Correspondence to Aditya Akella.

Additional information

This work was supported by the Army Research Office under grant number DAAD19-02-1-0389, and by the NSF under grant numbers ANI-0092678, CCR-0205266, and CNS-0434824, as well as by IBM and Intel.

Aditya Akella obtained his Ph.D. in Computer Science from Carnegie Mellon University in September 2005. He obtained a B.Tech in Computer Science and Engineering from IIT Madras in May 2000. Currently, Dr. Akella is a post-doctoral associate at Stanford University. He will join the Computer Sciences faculty at the University of Wisconsin-Madison in Fall 2006. Dr. Akella's research interests include Internet Routing, Network Protocol Design, Internet Security, and Wireless Networking. His web page is at http://www.cs.wisc.edu/~akella.

Glenn Judd, is a Computer Science Ph.D. candidate at Carnegie Mellon University. His research interests include wireless networking and pervasive computing. He has an M.S. and B.S. in Computer Science from Brigham Young University.

Srinivasan Seshan is currently an Associate Professor and holds the Finmeccanica chair at Carnegie Mellon University’s Computer Science Department. Dr. Seshan received his Ph.D. in 1995 from the Computer Science Department at University of California, Berkeley. From 1995 to 2000, Dr. Seshan was a research staff member at IBM’s T.J. Watson Research Center. Dr. Seshan’s primary interests are in the broad areas of network protocols and distributed network applications. In the past, he has worked on topics such as transport/routing protocols for wireless networks, fast protocol stack implementations, RAID system design, performance prediction for Internet transfers, Web server benchmarking, new approaches to congestion control, firewall design and improvements to the TCP protocol. His current work explores new approaches in overlay networking, sensor networking, online multiplayer games and wide-area Internet routing. His web page is at http://www.cs.cmu.edu/~srini.

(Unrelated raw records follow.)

// e in samples: the sample m of the stimulus stands at m - e(m) in the response.
class Follower {
 public:
  Follower(const Waveform& response, const HoldLayout& hold, std::span<const std::size_t> tones)
      : response_(response), hold_(hold), rate_(response.rate) {
    for (const std::size_t tone : tones) stride_ = std::gcd(stride_, tone);
    const auto around = static_cast<long>(samples_in(kAround, rate_));
    begin_ = std::max(0L, static_cast<long>(hold.first_block) - around);
    end_ = std::min(static_cast<long>(response.samples.size()),
                    static_cast<long>(hold.end()) + around);
    look_from_afar(tones);
    find_lines(tones);
  }

  SteadiedTake run() {
    SteadiedTake out;
    if (lead_ == 0 || hold_.blocks < 1 || end_ <= begin_) return out;
    const double period_s = seconds(static_cast<double>(hold_.block)) / static_cast<double>(lead_);
    const double knots = std::max(kKnots.value(), kPeriodsPerKnot * period_s) * rate_.value();
    const double length = static_cast<double>(end_ - begin_);
    UniformSpline e(static_cast<double>(begin_), static_cast<double>(end_),
                    static_cast<std::size_t>(std::max(1.0, std::round(length / knots))));
    const UniformSpline zero = e;
    start(e);
    if (too_far(e)) return left_alone(e, 0.0);
    const auto emptied =
        static_cast<std::size_t>(std::ceil(0.6 / knots * static_cast<double>(hold_.block)));

    Waveform steadied = response_;
    std::optional<SplineFit> fit;
    std::optional<BlockSpectra> spectra;
    // What turns the tone by less is found from no correction at all.
    if (e.extent() * radians_per_sample(lead_) < kFarToStep) e = zero;
    UniformSpline best = e;
    for (int pass = 0; pass < kMostPasses; ++pass) {
      e = best;
      if (pass > 0 || is_moved(e)) read_again(steadied, e);
      spectra.emplace(steadied, hold_, stride_, emptied);
      fit.emplace(e);
      refine(*fit, *spectra, steadied);
      UniformSpline step = zero;
      step.coefficients() = fit->solve();
      for (std::size_t k = 0; k < e.size(); ++k) best.coefficients()[k] += step.coefficients()[k];
      if (too_far(best)) return left_alone(best, 0.0);
      if (!is_moved(step)) break;
    }
    const BlockSpectra::Noise noise = spectra->noise_around(lead_, 0);
    // One component of a bin is the mean of block/2 samples' noise: sigma_bin^2 = 2 sigma^2 /
    // block.
    const double variance = 0.5 * static_cast<double>(hold_.block) * noise.sigma * noise.sigma;
    const double excess = excess_variance(*spectra, emptied);
    if (!is_moved(best)) return left_alone(best, excess);
    // Mean of B(m)' (G'G)^-1 B(m) sigma^2 over the hold: K sigma^2 / sum of g^2, g being
    // stationary.
    const double own = static_cast<double>(e.size()) * variance / fit->weight();
    const double slip = own * radians_per_sample(lead_) * radians_per_sample(lead_);
    if (slip > kMostPhaseNoise || !is_significant(*fit, best, variance, noise.dof)) {
      return left_alone(best, excess);
    }

    out.time.jitter = Seconds(std::sqrt(seconds(seconds(own)) + excess));
    out.time.drifts = true;
    out.time.speed = (e.value(e.to()) - e.value(e.from())) / length;
    out.time.flutter = flutter(e);
    out.take = std::move(steadied);
    out.emptied = emptied;
    return out;
  }

 private:
  double seconds(double samples) const { return samples / rate_.value(); }
  double radians_per_sample(std::size_t bin) const {
    return kTurn * static_cast<double>(bin) / static_cast<double>(hold_.block);
  }

  // DC, the harmonics of one tone, the products of two, the tones alone of more. Not every multiple
  // of what the tones share: flutter that turns whole cycles in a block is none of theirs.
  void find_lines(std::span<const std::size_t> tones) {
    lines_.assign(tones.begin(), tones.end());
    lines_.push_back(0);
    if (tones.size() == 1) {
      for (std::size_t order = 2; order <= kHighestHarmonic; ++order) {
        lines_.push_back(order * tones[0]);
      }
    } else if (tones.size() == 2) {
      for (const ProductIndex p : products_to_order(kHighestProduct, tones[0], tones[1])) {
        lines_.push_back(static_cast<std::size_t>(
            std::abs(p.k1 * static_cast<long>(tones[0]) + p.k2 * static_cast<long>(tones[1]))));
      }
    }
    add_mains();
    std::ranges::sort(lines_);
    lines_.erase(std::unique(lines_.begin(), lines_.end()), lines_.end());
    std::erase_if(lines_, [&](std::size_t k) { return 2 * k >= hold_.block; });
  }

  // Hum near a low tone turns its phase (and its amplitude) as flutter would: 50 Hz by 41 Hz looks
  // like 9 Hz. It stands on one side of the tone, flutter on both, so flutter is still followed.
  // Where the other side may be hum as well (50 and 60 Hz by 55 Hz), nothing tells them apart.
  void add_mains() {
    constexpr double kHighestHum = 300.0;
    const double width = rate_.value() / static_cast<double>(hold_.block);
    const auto is_hum = [&](double f) {
      const auto on = [f](double mains) { return std::abs(std::remainder(f, mains)) < 1e-6; };
      return f > 0.0 && f <= kHighestHum && (on(50.0) || on(60.0));
    };
    const auto last = static_cast<std::size_t>(kHighestHum / width + 1e-9);
    for (std::size_t bin = 1; bin <= last; ++bin) {
      const double f = width * static_cast<double>(bin);
      const double mirror = 2.0 * width * static_cast<double>(lead_) - f;
      if (is_hum(f) && !is_hum(mirror)) lines_.push_back(bin);
    }
  }
  bool is_line(std::size_t bin) const { return std::ranges::binary_search(lines_, bin); }

  // Phase of each tone in short looks, unwrapped from look to look: e where the tone tells it
  // best, which is where amplitude times frequency is greatest.
  void look_from_afar(std::span<const std::size_t> tones) {
    double best = 0.0;
    for (const std::size_t tone : tones) {
      if (tone == 0) continue;
      const double period = static_cast<double>(hold_.block) / static_cast<double>(tone);
      const auto length =
          static_cast<long>(std::max(cycles(rate_, kShortestLook), kPeriodsPerLook * period));
      const long hop = std::max(1L, length / kLooksPerLength);
      const std::vector<std::complex<double>> looks = looks_at(tone, length, hop);
      double weight = 0.0;
      for (const auto& z : looks) weight += std::norm(z);
      weight *=
          static_cast<double>(tone * tone) / static_cast<double>(looks.size() * length * length);
      if (!(weight > best)) continue;
      best = weight;
      lead_ = tone;
      hop_ = hop;
      coarse_.assign(1, 0.0);
      for (std::size_t i = 1; i < looks.size(); ++i) {
        coarse_.push_back(coarse_.back() +
                          std::arg(looks[i] * std::conj(looks[i - 1])) / radians_per_sample(tone));
      }
    }
  }

  std::vector<std::complex<double>> looks_at(std::size_t tone, long length, long hop) const {
    std::vector<std::complex<double>> carrier(hold_.block);
    for (std::size_t n = 0; n < hold_.block; ++n) {
      const std::size_t cycles = tone * n % hold_.block;
      carrier[n] = std::polar(1.0, -radians_per_sample(cycles));
    }
    std::vector<double> window(static_cast<std::size_t>(length));  // Hann
    for (std::size_t n = 0; n < window.size(); ++n) {
      window[n] = 0.5 - 0.5 * std::cos(kTurn * (static_cast<double>(n) + 0.5) /
                                       static_cast<double>(length));
    }
    const auto size = static_cast<long>(response_.samples.size());
    const auto block = static_cast<long>(hold_.block);
    std::vector<std::complex<double>> out;
    for (long centre = begin_; centre < end_ + hop; centre += hop) {
      const long first = centre - length / 2;
      std::complex<double> sum = 0.0;
      for (long k = std::max(0L, -first); k < length && first + k < size; ++k) {
        const long n = first + k;
        const long in_block = ((n - static_cast<long>(hold_.first_block)) % block + block) % block;
        sum += window[static_cast<std::size_t>(k)] *
               response_.samples[static_cast<std::size_t>(n)] *
               carrier[static_cast<std::size_t>(in_block)];
      }
      out.push_back(sum);
    }
    return out;
  }

  // The coarse looks as a spline of mean 0: where the take stands as a whole is not the tone's to
  // say.
  void start(UniformSpline& e) const {
    std::vector<double> values;
    for (std::size_t k = 0; k < e.size(); ++k) {
      const double position =
          (e.centre(k) - static_cast<double>(begin_)) / static_cast<double>(hop_);
      const auto i = static_cast<std::size_t>(
          std::clamp(std::floor(position), 0.0, static_cast<double>(coarse_.size()) - 2.0));
      const double part = position - static_cast<double>(i);
      values.push_back(coarse_[i] + part * (coarse_[i + 1] - coarse_[i]));
    }
    const double mean =
        std::accumulate(values.begin(), values.end(), 0.0) / static_cast<double>(values.size());
    for (double& v : values) v -= mean;
    e.follow(values);
  }

  static bool is_moved(const UniformSpline& e) { return e.extent() > kSmall; }
  bool too_far(const UniformSpline& e) const {
    return !(seconds(0.5 * e.extent()) < kFarthest.value());
  }

  void read_again(Waveform& out, const UniformSpline& e) const {
    std::vector<double> positions;
    positions.reserve(static_cast<std::size_t>(end_ - begin_));
    for (long m = begin_; m < end_; ++m) {
      positions.push_back(static_cast<double>(m) - e.value(static_cast<double>(m)));
    }
    std::ranges::copy(read_at(response_.samples, positions), out.samples.begin() + begin_);
  }

  // The lines that the tones can cause and that stand clear of the noise, as one periodic block
  // and its slope; what the take has beyond them tells how far its time is off still.
  void refine(SplineFit& fit, const BlockSpectra& spectra, const Waveform& take) const {
    std::vector<std::complex<double>> line(spectra.bins()), slope(spectra.bins());
    const double to_fft = 0.5 * static_cast<double>(hold_.block);
    const double averaged = std::sqrt(static_cast<double>(spectra.blocks()));
    for (const std::size_t k : lines_) {
      std::complex<double> mean = 0.0;
      for (int b = 0; b < spectra.blocks(); ++b) mean += spectra.at(b, k);
      mean /= static_cast<double>(spectra.blocks());
      const double noise = spectra.noise_around(k, 0).sigma / averaged;
      if (k != lead_ && std::abs(mean) <= kLineOverNoise * noise) continue;
      line[k] = mean * (k == 0 ? 2.0 * to_fft : to_fft);
      slope[k] = line[k] * std::complex<double>(0.0, radians_per_sample(k));
    }
    const std::vector<double> expected = inverse_fft(line, hold_.block);
    const std::vector<double> rise = inverse_fft(slope, hold_.block);
    const auto block = static_cast<long>(hold_.block);
    for (long m = begin_; m < end_; ++m) {
      const auto n = static_cast<std::size_t>(
          ((m - static_cast<long>(hold_.first_block)) % block + block) % block);
      fit.add(static_cast<double>(m), rise[n],
              take.samples[static_cast<std::size_t>(m)] - expected[n]);
    }
  }

  // Would noise alone draw such a curve in more than 0.1 % of takes?
  static bool is_significant(const SplineFit& fit, const UniformSpline& e, double variance,
                             double noise_dof) {
    if (!(variance > 0.0) || !(noise_dof > 0.0)) return true;
    const double freedom = static_cast<double>(e.size()) - 1.0;
    const double limit = boost::math::quantile(boost::math::fisher_f(freedom, noise_dof), 0.999);
    return fit.departure(e.coefficients()) > limit * freedom * variance;
  }

  // Phase modulation of the leading tone beyond its amplitude modulation, as a variance of time in
  // s^2. With U and L the sidebands at +-k turned by the tone's phase, |U - conj L| / A is the
  // index of phase modulation, |U + conj L| / A that of amplitude modulation; noise gives both
  // alike. Where the tracker emptied the phase's side the rest is judged apart, so that it hides
  // nothing.
  double excess_variance(const BlockSpectra& spectra, std::size_t emptied) const {
    const auto widest = static_cast<std::size_t>(kSidebands.value() / spectra.bin_width());
    const std::size_t last = std::min({widest, lead_ - 1, spectra.bins() - 2 - lead_});
    double within = 0.0, beyond = 0.0;
    for (int b = 0; b < spectra.blocks(); ++b) {
      const std::complex<double> tone = spectra.at(b, lead_);
      if (!(std::abs(tone) > 0.0)) return 0.0;
      for (std::size_t k = 1; k <= last; ++k) {
        if (is_line(lead_ + k) || is_line(lead_ - k)) continue;
        const std::complex<double> upper = spectra.at(b, lead_ + k) / tone,
                                   lower = std::conj(spectra.at(b, lead_ - k) / tone);
        (k <= emptied ? within : beyond) +=
            0.5 * (std::norm(upper - lower) - std::norm(upper + lower));
      }
    }
    const double radians = kTurn * static_cast<double>(lead_) * spectra.bin_width();
    return (std::max(0.0, within) + std::max(0.0, beyond)) / spectra.blocks() / (radians * radians);
  }

  SteadiedTake left_alone(const UniformSpline& e, double excess) const {
    double sum = 0.0, squares = 0.0;
    const auto count = static_cast<double>(end_ - begin_);
    for (long m = begin_; m < end_; ++m) {
      const double v = e.value(static_cast<double>(m));
      sum += v;
      squares += v * v;
    }
    const double variance = std::max(0.0, squares / count - (sum / count) * (sum / count));
    SteadiedTake out;
    out.time.jitter = Seconds(std::sqrt(seconds(seconds(variance)) + excess));
    return out;
  }

  // The largest deviation of the speed: of its cosine series (which sees no jump from one end to
  // the other) the terms in the band, fading out over an octave below and half of one above. What
  // the missing rest of the series leaves at the very ends is left out.
  double flutter(const UniformSpline& e) const {
    constexpr Hertz kGrid{200.0};
    constexpr Seconds kEnds{0.1};
    const double length_s = seconds(e.to() - e.from());
    const auto count = static_cast<std::size_t>(cycles(kGrid, Seconds(length_s)));
    const auto ends = static_cast<std::size_t>(cycles(kGrid, kEnds));
    if (count < 4 * ends) return 0.0;
    std::vector<double> speed(count), deviation(count, 0.0);
    for (std::size_t i = 0; i < count; ++i) {
      speed[i] = e.slope(e.from() + (static_cast<double>(i) + 0.5) / static_cast<double>(count) *
                                        (e.to() - e.from()));
    }
    for (std::size_t k = 1; k < count; ++k) {
      const double f = static_cast<double>(k) / (2.0 * length_s);
      const double share = std::min(2.0 * f / kSlowestFlutter.value() - 1.0,
                                    3.0 - 2.0 * f / kFastestFlutter.value());
      if (share <= 0.0) continue;
      const auto term = [&](std::size_t i) {
        return std::cos(std::numbers::pi * static_cast<double>(k) * (static_cast<double>(i) + 0.5) /
                        static_cast<double>(count));
      };
      double weight = 0.0;
      for (std::size_t i = 0; i < count; ++i) weight += speed[i] * term(i);
      weight *= 2.0 / static_cast<double>(count) * std::min(1.0, share);
      for (std::size_t i = 0; i < count; ++i) deviation[i] += weight * term(i);
    }
    double peak = 0.0;
    for (std::size_t i = ends; i + ends < count; ++i) peak = std::max(peak, std::abs(deviation[i]));
    return peak;
  }

  const Waveform& response_;
  const HoldLayout& hold_;
  Hertz rate_;
  std::size_t stride_ = 0;
  std::vector<std::size_t> lines_;  // bins, ascending
  long begin_ = 0, end_ = 0;
  std::size_t lead_ = 0;  // cycles per block of the tone that tells time best; 0: none does
  long hop_ = 1;
  std::vector<double> coarse_;  // e less a constant, every hop_ samples from begin_
};

}  // namespace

Peter Steenkiste is a Professor of Computer Science and of Electrical and Computer Engineering at Carnegie Mellon University. His research interests include networking, distributed systems, and pervasive computing. He received an M.S. and Ph.D. in Electrical Engineering from Stanford University and an Engineering degree from the University of Gent, Belgium. You can learn more about his research from his home page http://www.cs.cmu.edu/~prs.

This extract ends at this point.